++++ Source material ++++

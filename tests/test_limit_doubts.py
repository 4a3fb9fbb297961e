"""A limit with systematics that no data could give is flagged, not reported as measured."""

from __future__ import annotations

import pytest


def test_a_limit_with_systematics_below_the_counting_floor_is_flagged():
    """CLs >= exp(-s) (Read, J. Phys. G 28 (2002) 2693): no data give a 95% CL limit below
    -ln(0.05) = 2.996 signal events.  An observed limit with systematics below half that
    floor is flagged (in results.json ``warnings``, hence the summary and the report);
    one at 0.6 of it is not.  Seen in a blinded demo run: 0.0106 fb against 0.545 fb."""
    import math

    from peaksift.search.doubts import FLOOR_FACTOR, doubts

    floor = -math.log(0.05) / (10.0 * 0.55)  # signal events per fb: L = 10/fb, eff = 0.55
    masses = [160.0, 172.17, 180.0]
    plain = {"masses": masses, "observed": [2.0] * 3, "counting_floor": [floor] * 3}

    def warned(obs):
        sy = {"limits": {"with_systematics": {"masses": masses, "observed": obs}}}
        return [w for w in doubts({"limits": plain, "systematics": sy})
                if "counting floor" in w["message"]]

    assert floor == pytest.approx(0.545, abs=1e-3)
    w = warned([2.0, 0.0106, None])
    assert len(w) == 1 and "172.17 GeV" in w[0]["message"] and "160.00" not in w[0]["message"]
    assert warned([2.0, (FLOOR_FACTOR + 0.1) * floor, 2.0]) == []


@pytest.mark.slow
def test_blinded_demo_limits_with_systematics_respect_the_counting_floor(tmp_path):
    """The blinded demo (145-160 GeV hidden): where the envelope's Asimov profile is not
    above its background-only value at small mu (q_A <= 0), that mu is not excluded.  Every
    observed limit with systematics then lies above the counting floor -ln(0.05)/(L eff)
    (Read, J. Phys. G 28 (2002) 2693) and within a factor 2 of the plain limit at the same
    mass (the systematics here widen the expected limits by at most 1.6x); before, four
    masses beside the blinded window read ~0.012 fb."""
    import math
    from pathlib import Path

    import peaksift

    demo = Path(__file__).resolve().parents[1] / "demo_data"
    text = (demo / "search.toml").read_text()
    text = (text.replace('files = ["events_*.parquet"]',
                         f'files = ["{(demo / "events_*.parquet").as_posix()}"]')
            .replace('template = "background_template.json"',
                     f'template = "{(demo / "background_template.json").as_posix()}"')
            .replace("toys = 100", "toys = 20"))
    cfg = tmp_path / "blind.toml"
    cfg.write_text(text + '\n[blinding]\nenabled = true\nwindow = [145.0, 160.0]\n')
    res = peaksift.run_search(cfg, out=False, progress=False)
    lim = res.systematics["limits"]
    w, plain = lim["with_systematics"], lim["without_systematics"]
    floor = -math.log(0.05) / (10.0 * 0.55)
    seen = 0
    for m, a, b in zip(w["masses"], w["observed"], plain["observed"]):
        if a is None or b is None:
            assert 145.0 <= m <= 160.0  # only the blinded masses have none
            continue
        seen += 1
        assert a >= floor, (m, a)
        assert 0.5 * b <= a <= 2.0 * b, (m, a, b)
    assert seen >= 15


def test_limits_with_several_minima_in_the_mass_scale_are_flagged():
    """The note of systematic_limits where a limit took a lower well of the mass scale
    than the nearest one becomes a ``limits`` warning; other notes do not."""
    import numpy as np

    from peaksift.search.doubts import doubts
    from peaksift.stats.scale_scan import several_minima_note

    note = several_minima_note(np.array([150.0, 151.0]), 0.05, "limits")
    assert "2 mass(es) (150, 151)" in note and "+-15%" in note
    sy = {"limits": {"notes": [note, "the limits leave out the template signal"]}}
    w = [d for d in doubts({"systematics": sy}) if d["topic"] == "limits"]
    assert [d["message"] for d in w] == [note]


def test_asymptotic_bands_with_a_scale_beyond_the_width_are_flagged():
    """The note of systematic_limits where asymptotic limits were made with the mass scale
    reaching beyond the peak's width becomes a ``limits`` warning naming the masses."""
    import numpy as np

    from peaksift.search.doubts import doubts
    from peaksift.stats.scale_scan import asimov_band_note

    note = asimov_band_note(np.array([150.0, 151.0]))
    assert "2 mass(es) (150, 151)" in note and 'limits.method = "toys"' in note
    w = [d for d in doubts({"systematics": {"limits": {"notes": [note]}}})
         if d["topic"] == "limits"]
    assert [d["message"] for d in w] == [note]


def test_q0_with_several_minima_in_the_mass_scale_is_flagged():
    """The scan's note where q0 took a lower well of the mass scale than the nearest one
    (in the systematics block's notes) becomes a ``significance`` warning; a spurious-signal
    note stays a ``background_model`` one."""
    import numpy as np

    from peaksift.search.doubts import doubts
    from peaksift.stats.scale_scan import several_minima_note

    note = "significance: " + several_minima_note(np.array([150.0]), 0.01, "q0")
    assert "the q0 there responds to the data within +-3% of the mass" in note
    sy = {"notes": [note, "spurious signal above 0.2 of the statistical error: x"]}
    topics = [(d["topic"], d["message"]) for d in doubts({"systematics": sy})]
    assert ("significance", note) in topics
    assert sorted(t for t, _ in topics) == ["background_model", "significance"]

++++

◆ Problem to work on
A complete answer gives every line of the records holding "json".

◆ Task answer
    floor is flagged (in results.json ``warnings``, hence the summary and the report);
            .replace('template = "background_template.json"',
                     f'template = "{(demo / "background_template.json").as_posix()}"')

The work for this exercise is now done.